» **YOUR OBJECTIVE**
Exact repetition of the data below is required.

» **AVAILABLE RECORDS**
================

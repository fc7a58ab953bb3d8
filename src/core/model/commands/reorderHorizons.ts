import type { ProjectDoc } from '../projectDoc';

/** Returns the document with the horizon at `from` moved to position `to` in the stratigraphic order (youngest first); unchanged when out of range. */
export function reorderHorizons(doc: ProjectDoc, from: number, to: number): ProjectDoc {
  const n = doc.horizons.length;
  if (from === to || from < 0 || to < 0 || from >= n || to >= n) return doc;
  const horizons = doc.horizons.slice();
  const [moved] = horizons.splice(from, 1);
  horizons.splice(to, 0, moved);
  return { ...doc, horizons };
}
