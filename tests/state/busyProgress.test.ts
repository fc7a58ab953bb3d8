// The busy message of an export follows its steps at most once an interval: the first step at once, the newest
// held step when the interval ends, nothing after stop. Timers are Vitest's fake ones: no real time passes.
import { afterEach, beforeEach, describe, expect, it, vi } from 'vitest';
import { busyProgress } from '../../src/state/busyProgress';

describe('busyProgress', () => {
  beforeEach(() => { vi.useFakeTimers(); });
  afterEach(() => { vi.useRealTimers(); });

  it('shows the first step at once and the newest held step when the interval ends', () => {
    const shown: string[] = [];
    const { say } = busyProgress((text) => shown.push(text), 200);
    say('figure', { done: 0 });
    say('scan', { done: 0.4 });
    say('labels', { done: 0.6 });
    expect(shown).toEqual(['figure']);
    vi.advanceTimersByTime(199);
    expect(shown).toEqual(['figure']);
    vi.advanceTimersByTime(1);
    expect(shown).toEqual(['figure', 'labels']);
    // Nothing held: the interval ends quietly, and the next step is shown at once.
    vi.advanceTimersByTime(200);
    say('encoding', { done: 0.8 });
    expect(shown).toEqual(['figure', 'labels', 'encoding']);
  });

  it('passes each shown step its share done and its cancel', () => {
    const cancel = () => undefined;
    const shown: [string, unknown][] = [];
    const { say } = busyProgress((text, work) => shown.push([text, work]), 200);
    say('figure', { done: 0, cancel });
    say('scan', { done: 0.4, cancel });
    vi.advanceTimersByTime(200);
    expect(shown).toEqual([['figure', { done: 0, cancel }], ['scan', { done: 0.4, cancel }]]);
  });

  it('shows nothing more after stop, even a step it held', () => {
    const shown: string[] = [];
    const { say, stop } = busyProgress((text) => shown.push(text), 200);
    say('figure', {});
    say('encoding', {});
    stop();
    vi.advanceTimersByTime(1000);
    expect(shown).toEqual(['figure']);
    expect(vi.getTimerCount()).toBe(0);
  });
});
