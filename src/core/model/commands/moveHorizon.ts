import type { ProjectDoc } from '../projectDoc';
import { updateHorizon } from './updateHorizon';

/** Returns the document with every vertex of the horizon moved by (du, dv) image pixels; unchanged for a zero move. */
export function moveHorizon(doc: ProjectDoc, horizonId: string, delta: [number, number]): ProjectDoc {
  const [du, dv] = delta;
  if (du === 0 && dv === 0) return doc;
  return updateHorizon(doc, horizonId, (h) => ({ ...h, pointsPx: h.pointsPx.map(([u, v]) => [u + du, v + dv]) }));
}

================

» **RESPONSE BELOW**
repository fc7a58ab953bb3d8
filename src/core/model/commands/reorderHorizons.ts
import type { ProjectDoc } from '../projectDoc';

/** Returns the document with the horizon at `from` moved to position `to` in the stratigraphic order (youngest first); unchanged when out of range. */
export function reorderHorizons(doc: ProjectDoc, from: number, to: number): ProjectDoc {
  const n = doc.horizons.length;
  if (from === to || from < 0 || to < 0 || from >= n || to >= n) return doc;
  const horizons = doc.horizons.slice();
  const [moved] = horizons.splice(from, 1);
  horizons.splice(to, 0, moved);
  return { ...doc, horizons };
}
filename tests/state/busyProgress.test.ts
repository fc7a58ab953bb3d8
// The busy message of an export follows its steps at most once an interval: the first step at once, the newest
// held step when the interval ends, nothing after stop. Timers are Vitest's fake ones: no real time passes.
import { afterEach, beforeEach, describe, expect, it, vi } from 'vitest';
import { busyProgress } from '../../src/state/busyProgress';

describe('busyProgress', () => {
  beforeEach(() => { vi.useFakeTimers(); });
  afterEach(() => { vi.useRealTimers(); });

  it('shows the first step at once and the newest held step when the interval ends', () => {
    const shown: string[] = [];
    const { say } = busyProgress((text) => shown.push(text), 200);
    say('figure', { done: 0 });
    say('scan', { done: 0.4 });
    say('labels', { done: 0.6 });
    expect(shown).toEqual(['figure']);
    vi.advanceTimersByTime(199);
    expect(shown).toEqual(['figure']);
    vi.advanceTimersByTime(1);
    expect(shown).toEqual(['figure', 'labels']);
    // Nothing held: the interval ends quietly, and the next step is shown at once.
    vi.advanceTimersByTime(200);
    say('encoding', { done: 0.8 });
    expect(shown).toEqual(['figure', 'labels', 'encoding']);
  });

  it('passes each shown step its share done and its cancel', () => {
    const cancel = () => undefined;
    const shown: [string, unknown][] = [];
    const { say } = busyProgress((text, work) => shown.push([text, work]), 200);
    say('figure', { done: 0, cancel });
    say('scan', { done: 0.4, cancel });
    vi.advanceTimersByTime(200);
    expect(shown).toEqual([['figure', { done: 0, cancel }], ['scan', { done: 0.4, cancel }]]);
  });

  it('shows nothing more after stop, even a step it held', () => {
    const shown: string[] = [];
    const { say, stop } = busyProgress((text) => shown.push(text), 200);
    say('figure', {});
    say('encoding', {});
    stop();
    vi.advanceTimersByTime(1000);
    expect(shown).toEqual(['figure']);
    expect(vi.getTimerCount()).toBe(0);
  });
});
filename src/core/model/commands/moveHorizon.ts
import type { ProjectDoc } from '../projectDoc';
import { updateHorizon } from './updateHorizon';

/** Returns the document with every vertex of the horizon moved by (du, dv) image pixels; unchanged for a zero move. */
export function moveHorizon(doc: ProjectDoc, horizonId: string, delta: [number, number]): ProjectDoc {
  const [du, dv] = delta;
  if (du === 0 && dv === 0) return doc;
  return updateHorizon(doc, horizonId, (h) => ({ ...h, pointsPx: h.pointsPx.map(([u, v]) => [u + du, v + dv]) }));
}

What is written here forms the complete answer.